Once again the pantoum form is used in a number of poems to evoke a cycling which has a number of effects: it stitches a kind of structure into what might otherwise be an emotional maelstrom, while also enacting a process of repetition and return which haunts and disrupts. In ‘Poem’ (p.100) for example, while the opening and final line might suggest some kind of containment or border around the problem– ‘Adultery fucks a family up as much as poverty’ – the recurrent lines signal pain’s ongoing disruptions:’That’s a lot of hatred from a mother,’ ‘It was like an acid eating into me, ‘Can’t stop love from doing its damage,’. Or in ‘Avalanches’ (p. 114), the line ‘I travelled like a curse’ is played across a dreary and icy landscape of violence and threat, again embodying a fearful overlapping in internal and external malaise.
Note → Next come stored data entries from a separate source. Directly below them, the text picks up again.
package eiv_test

import (
	"context"
	"fmt"
	"testing"
	"time"

	"eivfit/eiv"
)

var sinkFit *eiv.Fit

// reportCPU reports the process's CPU time per operation since cpu0 (on
// every core together): on a machine shared with other work it grows far
// less than the wall time while the benchmark waits for a core.
func reportCPU(b *testing.B, cpu0 time.Duration) {
	if cpu := processCPU() - cpu0; cpu > 0 && cpu0 > 0 {
		b.ReportMetric(float64(cpu.Nanoseconds())/float64(b.N), "cpu-ns/op")
	}
}

func BenchmarkYork(b *testing.B) {
	for _, n := range []int{100, 10_000, 30_000, 100_000, 1_000_000} {
		d := randomData(1, n, false)
		b.Run(fmt.Sprintf("n=%d", n), func(b *testing.B) {
			b.ReportAllocs()
			cpu0 := processCPU()
			for b.Loop() {
				f, err := eiv.York(d.x, d.y, d.sx, d.sy, nil, nil)
				if err != nil {
					b.Fatal(err)
				}
				sinkFit = f
			}
			reportCPU(b, cpu0)
		})
	}
}

// BenchmarkYorkJackknife times a small York fit with its leave-one-out
// standard errors (n = 40 is the service's small-fit case), with and
// without correlated errors, and with one σx, σy for every point (as in
// the service's small-fit benchmark body).
func BenchmarkYorkJackknife(b *testing.B) {
	for _, n := range []int{40, 400} {
		for _, corr := range []bool{false, true} {
			d := randomData(3, n, corr)
			benchYorkJackknife(b, fmt.Sprintf("n=%d/corr=%v", n, corr), d, corr)
		}
	}
	d := randomData(3, 40, false)
	for i := range d.sx {
		d.sx[i], d.sy[i] = d.sx[0], d.sy[0]
	}
	benchYorkJackknife(b, "n=40/equal-sigma", d, false)
}

func benchYorkJackknife(b *testing.B, name string, d dataset, corr bool) {
	var r []float64
	if corr {
		r = d.r
	}
	b.Run(name, func(b *testing.B) {
		b.ReportAllocs()
		cpu0 := processCPU()
		for b.Loop() {
			f, err := eiv.York(d.x, d.y, d.sx, d.sy, r, &eiv.YorkOptions{Jackknife: true})
			if err != nil || f.Jackknife == nil {
				b.Fatal(err)
			}
			sinkFit = f
		}
		reportCPU(b, cpu0)
	})
}

func BenchmarkDeming(b *testing.B) {
	for _, n := range []int{100, 10_000, 1_000_000} {
		d := randomData(1, n, false)
		b.Run(fmt.Sprintf("n=%d", n), func(b *testing.B) {
			b.ReportAllocs()
			for b.Loop() {
				f, err := eiv.Deming(d.x, d.y, &eiv.DemingOptions{Lambda: 1.2})
				if err != nil {
					b.Fatal(err)
				}
				sinkFit = f
			}
		})
	}
}

// BenchmarkBootstrap times B = 10,000 pairs resamples (with the jackknife
// for BCa and the summary) and reports the cost per resample and the CPU
// time (reportCPU).
func BenchmarkBootstrap(b *testing.B) {
	const B = 10_000
	for _, c := range []struct {
		name string
		est  eiv.Estimator
	}{{"york", eiv.YorkEstimator{}}, {"deming", eiv.DemingEstimator{Lambda: 1.2}}} {
		for _, n := range []int{100, 1000} {
			s := sampleOf(randomData(2, n, false))
			s.R = nil
			b.Run(fmt.Sprintf("%s/n=%d", c.name, n), func(b *testing.B) {
				b.ReportAllocs()
				cpu0 := processCPU()
				for b.Loop() {
					r, err := eiv.Bootstrap(context.Background(), s, []eiv.Estimator{c.est}, &eiv.BootstrapOptions{Resamples: B, Seed: 1})
					if err != nil {
						b.Fatal(err)
					}
					if _, err := r.Summarize(eiv.SlopeOf(0)); err != nil {
						b.Fatal(err)
					}
				}
				b.ReportMetric(float64(b.Elapsed().Nanoseconds())/float64(b.N)/B, "ns/resample")
				reportCPU(b, cpu0)
			})
		}
	}
}
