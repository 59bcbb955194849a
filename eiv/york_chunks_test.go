package eiv_test

import (
	"errors"
	"fmt"
	"math"
	"math/rand/v2"
	"runtime"
	"testing"

	"eivfit/eiv"
)

// largeYork draws n points about a line with errors ratio times the spread
// of x (σx and σy alike): small ratios give an ordinary fit, ratios near 1
// hard data, where the global search runs.
func largeYork(seed uint64, n int, ratio float64, corr bool) (x, y, sx, sy, r []float64) {
	rng := rand.New(rand.NewPCG(seed, 11))
	x, y, sx, sy = make([]float64, n), make([]float64, n), make([]float64, n), make([]float64, n)
	if corr {
		r = make([]float64, n)
	}
	for i := range n {
		xt := 100 * rng.Float64()
		sx[i] = ratio * 30 * (0.5 + rng.Float64())
		sy[i] = ratio * 30 * (0.5 + rng.Float64())
		rho := 0.0
		if corr {
			rho = 1.6*rng.Float64() - 0.8
			r[i] = rho
		}
		z1, z2 := rng.NormFloat64(), rng.NormFloat64()
		x[i] = xt + sx[i]*z1
		y[i] = 2 + 0.7*xt + sy[i]*(rho*z1+math.Sqrt(1-rho*rho)*z2)
	}
	return x, y, sx, sy, r
}

func sameBits(t *testing.T, what string, a, b float64) {
	t.Helper()
	if math.Float64bits(a) != math.Float64bits(b) {
		t.Errorf("%s: %v vs %v (not the same bits)", what, a, b)
	}
}

// Large York fits split their passes into chunks fixed by n alone and add
// the chunks' sums in order: the fit is the same bit for bit on one core,
// two or four (and so from run to run).
func TestYorkChunkedSameBitsAnyCores(t *testing.T) {
	for _, c := range []struct {
		name  string
		n     int
		ratio float64
		corr  bool
	}{
		{"ordinary", 200_000, 0.01, false},
		{"correlated, n not a multiple of the chunk", 100_003, 0.01, true},
		{"hard (global search)", 70_001, 0.4, false},
	} {
		t.Run(c.name, func(t *testing.T) {
			x, y, sx, sy, r := largeYork(5, c.n, c.ratio, c.corr)
			var fits []*eiv.Fit
			for _, procs := range []int{1, 2, 4} {
				prev := runtime.GOMAXPROCS(procs)
				f, err := eiv.York(x, y, sx, sy, r, nil)
				runtime.GOMAXPROCS(prev)
				if err != nil {
					t.Fatalf("GOMAXPROCS %d: %v", procs, err)
				}
				fits = append(fits, f)
			}
			for i, f := range fits[1:] {
				g := fits[0]
				what := []string{"GOMAXPROCS 2 vs 1", "GOMAXPROCS 4 vs 1"}[i]
				sameBits(t, what+": slope", f.Slope.Value, g.Slope.Value)
				sameBits(t, what+": intercept", f.Intercept.Value, g.Intercept.Value)
				sameBits(t, what+": SE of the slope", f.Slope.SE, g.Slope.SE)
				sameBits(t, what+": SE of the intercept", f.Intercept.SE, g.Intercept.SE)
				sameBits(t, what+": covariance", f.CovSlopeIntercept, g.CovSlopeIntercept)
				sameBits(t, what+": χ²", f.Chi2, g.Chi2)
				sameBits(t, what+": centre", f.Centre.X, g.Centre.X)
				if f.Iterations != g.Iterations {
					t.Errorf("%s: %d vs %d iterations", what, f.Iterations, g.Iterations)
				}
			}
		})
	}
}

// The chunked passes compute the same fit as the single loop: repeating
// every point of a dataset leaves York's S with the same minimiser (S
// doubles), halves the variances of the line and doubles χ². The dataset
// of m < 2¹⁵ points is fitted by the single loop, its doubled copy (2m ≥
// 2¹⁵) by the chunks. Tolerance 1e-12 relative: the two sum the same terms
// in a different order (about 6·10⁴ terms, each sum's rounding ~1e-16·√n);
// the hard case's χ² is compared to 1e-9 since its minimum is polished to
// the slope's rounding floor only.
func TestYorkChunkedMatchesSingleLoop(t *testing.T) {
	for _, c := range []struct {
		name  string
		ratio float64
		corr  bool
	}{{"ordinary", 0.01, false}, {"correlated", 0.01, true}, {"hard", 0.4, false}} {
		t.Run(c.name, func(t *testing.T) {
			const m = 30_000
			x, y, sx, sy, r := largeYork(9, m, c.ratio, c.corr)
			twice := func(v []float64) []float64 {
				if v == nil {
					return nil
				}
				return append(append([]float64{}, v...), v...)
			}
			one, err := eiv.York(x, y, sx, sy, r, nil)
			if err != nil {
				t.Fatal(err)
			}
			two, err := eiv.York(twice(x), twice(y), twice(sx), twice(sy), twice(r), nil)
			if err != nil {
				t.Fatal(err)
			}
			rel := func(what string, got, want, tol float64) {
				t.Helper()
				if d := math.Abs(got-want) / math.Abs(want); !(d <= tol) {
					t.Errorf("%s: %.17g vs %.17g (relative %.2g > %.0e)", what, got, want, d, tol)
				}
			}
			rel("slope", two.Slope.Value, one.Slope.Value, 1e-12)
			rel("intercept", two.Intercept.Value, one.Intercept.Value, 1e-12)
			rel("SE of the slope ×√2", two.Slope.SE*math.Sqrt2, one.Slope.SE, 1e-10)
			rel("SE of the intercept ×√2", two.Intercept.SE*math.Sqrt2, one.Intercept.SE, 1e-10)
			rel("χ²/2", two.Chi2/2, one.Chi2, 1e-9)
		})
	}
}

// York's validation reads the four columns in one chunked pass for large
// n, and answers as checking x and y row by row first and the σ after:
// the first bad x or y anywhere before any bad σ, each the first of its
// kind, with its absolute row.
func TestYorkCheckChunkedOrder(t *testing.T) {
	// An edit puts v in column col at row at·n: rows far apart lie in
	// different chunks when n is large.
	type edit struct {
		col string
		at  float64
		v   float64
	}
	for _, n := range []int{1_000, 100_000} {
		for _, c := range []struct {
			name  string
			edits []edit
			field string
			at    float64
			want  error
		}{
			{"y after a bad σ", []edit{{"sx", 0.01, -1}, {"y", 0.99, math.NaN()}}, "y", 0.99, eiv.ErrNonFinite},
			{"first of two bad σ", []edit{{"sy", 0.9, math.Inf(1)}, {"sx", 0.3, -2}}, "sx", 0.3, eiv.ErrInvalidUncertainty},
			{"both σ zero", []edit{{"sx", 0.7, 0}, {"sy", 0.7, 0}}, "sy", 0.7, eiv.ErrInvalidUncertainty},
			{"first of two bad x", []edit{{"x", 0.95, math.NaN()}, {"x", 0.5, math.Inf(-1)}}, "x", 0.5, eiv.ErrNonFinite},
		} {
			t.Run(fmt.Sprintf("n=%d/%s", n, c.name), func(t *testing.T) {
				x, y, sx, sy, _ := largeYork(3, n, 0.01, false)
				cols := map[string][]float64{"x": x, "y": y, "sx": sx, "sy": sy}
				for _, e := range c.edits {
					cols[e.col][int(e.at*float64(n))] = e.v
				}
				_, err := eiv.York(x, y, sx, sy, nil, nil)
				var pe *eiv.PointError
				row := int(c.at * float64(n))
				if !errors.As(err, &pe) || pe.Field != c.field || pe.Index != row || !errors.Is(err, c.want) {
					t.Fatalf("got %v, want %v at %s row %d", err, c.want, c.field, row)
				}
			})
		}
		t.Run(fmt.Sprintf("n=%d/constant x", n), func(t *testing.T) {
			x, y, sx, sy, _ := largeYork(3, n, 0.01, false)
			for i := range x {
				x[i] = 2
			}
			if _, err := eiv.York(x, y, sx, sy, nil, nil); !errors.Is(err, eiv.ErrConstantX) {
				t.Fatalf("got %v, want ErrConstantX", err)
			}
		})
	}
}
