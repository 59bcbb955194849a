package eiv

import (
	"errors"
	"fmt"
)

// Sentinel errors. Each is wrapped by a more specific error where a point or an
// option is to blame, so callers can test with errors.Is and still show the
// index or name with errors.As.
var (
	// ErrTooFewPoints: a straight line with a residual spread needs at least three points.
	ErrTooFewPoints = errors.New("eiv: too few points (need at least 3)")
	// ErrLengthMismatch: the data slices have different lengths.
	ErrLengthMismatch = errors.New("eiv: data slices differ in length")
	// ErrConstantX: every x is the same, so no slope can be estimated.
	ErrConstantX = errors.New("eiv: all x values are equal")
	// ErrNonFinite: a value is NaN or infinite.
	ErrNonFinite = errors.New("eiv: value is not a finite number")
	// ErrInvalidUncertainty: a standard uncertainty is negative, or both
	// uncertainties of a point are zero where the method needs a weight.
	ErrInvalidUncertainty = errors.New("eiv: invalid standard uncertainty")
	// ErrInvalidCorrelation: an error correlation is outside (-1, 1).
	ErrInvalidCorrelation = errors.New("eiv: error correlation must lie strictly between -1 and 1")
	// ErrNonPositiveLevel: a method for level-proportional errors met a level at or below zero.
	ErrNonPositiveLevel = errors.New("eiv: level-proportional errors need positive values")
	// ErrInvalidOption: an option is out of its documented range.
	ErrInvalidOption = errors.New("eiv: invalid option")
	// ErrDegenerate: the data admit no unique finite line (for example no
	// relation between x and y at all, or values so large that double
	// precision overflows).
	ErrDegenerate = errors.New("eiv: the data do not determine a finite line")
	// ErrMagnitude: values so large or so small that their squares leave
	// the double-precision range (|v| > 1e150 or 0 < max|v| < 1e-150).
	ErrMagnitude = errors.New("eiv: values beyond 1e150 or all below 1e-150 in magnitude cannot be fitted in double precision; rescale the units")
	// ErrNotConverged: an iterative estimator stopped at its iteration cap.
	ErrNotConverged = errors.New("eiv: iteration did not converge")
)

// PointError reports a problem with one data point.
type PointError struct {
	Index int    // zero-based index of the point
	Field string // "x", "y", "sx", "sy" or "r"
	Err   error  // one of the sentinel errors
}

func (e *PointError) Error() string {
	return fmt.Sprintf("eiv: point %d, %s: %s", e.Index+1, e.Field, trimPrefix(e.Err.Error()))
}

func (e *PointError) Unwrap() error { return e.Err }

// OptionError reports an option outside its range.
type OptionError struct {
	Option string // the option's name, e.g. "confidence" or "lambda"
	Reason string
}

func (e *OptionError) Error() string { return "eiv: option " + e.Option + ": " + e.Reason }

func (e *OptionError) Unwrap() error { return ErrInvalidOption }

// ConvergenceError reports an iterative fit that reached its iteration cap.
type ConvergenceError struct {
	Method     Method
	Iterations int     // iterations done
	Change     float64 // relative change of the slope in the last iteration
}

func (e *ConvergenceError) Error() string {
	return fmt.Sprintf("eiv: %s did not converge in %d iterations (last relative slope change %.3g)",
		e.Method, e.Iterations, e.Change)
}

func (e *ConvergenceError) Unwrap() error { return ErrNotConverged }

func trimPrefix(s string) string {
	const p = "eiv: "
	if len(s) >= len(p) && s[:len(p)] == p {
		return s[len(p):]
	}
	return s
}

// Warning is a non-fatal diagnostic attached to a result. Code is a stable,
// machine-readable name; Message is a sentence for people.
type Warning struct {
	Code    string
	Message string
}

func (w *Warning) Error() string { return w.Message }

// Warning codes.
const (
	WarnLambdaAssumed      = "lambda_assumed"
	WarnScatterExceeds     = "scatter_exceeds_uncertainties"
	WarnJackknifeSkipped   = "jackknife_skipped"
	WarnBootstrapFailures  = "bootstrap_failures"
	WarnBootstrapSkipped   = "bootstrap_skipped"
	WarnFewPoints          = "few_points"
	WarnPerfectFit         = "perfect_fit"
	WarnNoUncertaintyInX   = "no_uncertainty_in_x"
	WarnReliabilityUnknown = "reliability_unknown"
)
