package eiv

import (
	"fmt"
	"math"
)

// ErrorModel describes how a method's error SD behaves over the level.
type ErrorModel string

const (
	ErrorConstant     ErrorModel = "constant"
	ErrorProportional ErrorModel = "proportional"
)

// Repeatability is one method's within-sample (replicate) precision.
type Repeatability struct {
	// SD is the pooled within-sample SD, √(ΣΣ(v_ik − v̄_i)²/Σ(k_i − 1)),
	// with DF = Σ(k_i − 1) degrees of freedom.
	SD float64
	DF int
	// CV is the pooled within-sample coefficient of variation,
	// √(ΣΣ((v_ik − v̄_i)/v̄_i)²/Σ(k_i − 1)) (samples with v̄_i > 0 only).
	CV float64
	// Trend is Spearman's ρ of the per-sample SD with the sample mean: a
	// significant positive ρ says the SD grows with the level.
	Trend TestResult
	// Model is ErrorProportional when Trend is significantly positive
	// (p < 0.05), else ErrorConstant.
	Model ErrorModel
}

// ReplicatePrecision pools the within-sample variation of replicates:
// reps[i] holds the replicate values of sample i. Samples with one value
// add nothing. It needs at least 3 samples with replicates.
func ReplicatePrecision(reps [][]float64) (*Repeatability, error) {
	var ss, ssRel float64
	var df, dfRel int
	var sds, means []float64
	for _, r := range reps {
		k := len(r)
		if k < 2 {
			continue
		}
		var m float64
		for _, v := range r {
			m += v
		}
		m /= float64(k)
		var s float64
		for _, v := range r {
			s += (v - m) * (v - m)
		}
		ss += s
		df += k - 1
		if m > 0 {
			ssRel += s / (m * m)
			dfRel += k - 1
		}
		sds = append(sds, math.Sqrt(s/float64(k-1)))
		means = append(means, m)
	}
	if len(sds) < 3 {
		return nil, fmt.Errorf("%w: at least 3 samples need replicates to estimate precision", ErrTooFewPoints)
	}
	rep := &Repeatability{SD: math.Sqrt(ss / float64(df)), DF: df, Model: ErrorConstant}
	if dfRel > 0 {
		rep.CV = math.Sqrt(ssRel / float64(dfRel))
	}
	if tr, err := Spearman(means, sds); err == nil {
		rep.Trend = tr
		if tr.Statistic > 0 && tr.PValue < 0.05 {
			rep.Model = ErrorProportional
		}
	}
	return rep, nil
}

// LackOfFit tests a straight line against the replicate (pure) error, for
// errors in both methods: with d_i = ȳ_i − a − b·x̄_i the residual of the
// sample means and s²_x, s²_y the pooled replicate variances, the mean of
// k_i·d_i² estimates s²_y + b²·s²_x when the line fits, so
//
//	F = [Σ k_i·d_i²/(n−2)] / (s²_y + b²·s²_x)
//
// on (n−2, df) degrees of freedom, df the pure-error df (the classical
// lack-of-fit test, e.g. Draper & Smith 1998 §2.1, with the error variance
// of both methods; k_i is the harmonic mean of the replicate counts of x
// and y at sample i, a design of ours).
func LackOfFit(xbar, ybar []float64, kx, ky []int, a, b float64, rx, ry *Repeatability) (TestResult, error) {
	n := len(xbar)
	if n < 3 || rx == nil || ry == nil {
		return TestResult{}, ErrTooFewPoints
	}
	var num float64
	for i := range n {
		k := 2 / (1/float64(kx[i]) + 1/float64(ky[i]))
		d := ybar[i] - a - b*xbar[i]
		num += k * d * d
	}
	den := ry.SD*ry.SD + b*b*rx.SD*rx.SD
	if !(den > 0) {
		return TestResult{}, ErrDegenerate
	}
	df1, df2 := float64(n-2), float64(rx.DF+ry.DF)
	// Pure-error df: the two pooled variances combine with Satterthwaite's df.
	vy, vx := ry.SD*ry.SD, b*b*rx.SD*rx.SD
	df2 = (vy + vx) * (vy + vx) / (vy*vy/float64(ry.DF) + vx*vx/float64(rx.DF))
	f := (num / df1) / den
	p := fSurvival(f, df1, df2)
	return TestResult{Statistic: f, PValue: p, Detail: fmt.Sprintf("F on (%.0f, %.1f) df against replicate error", df1, df2)}, nil
}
While individual poems can evoke a luminosity of image or feeling, Lew’s is in general not an easy poetic. It is however a courageous one, one willing to explore beyond more straightforward limits of inside and outside, what makes meaning and how meaning might collapse in strings of dissociated feeling and observation, forcing us to consider the ways in which we might ‘travel like a curse’ across the terrain of our lives as well as the ways in which the articulation of our experiences and the building of the poetic line might also construct the possibility of connection.
 
 
ROSE LUCAS is a Melbourne poet and academic at Victoria University. Her first collection, Even in the Dark (UWAP 2013) won the Mary Gilmore award; her second collection, Unexpected Clearing was also published by UWAP in 2016. She is currently completing her third collection, This Shuttered Eye.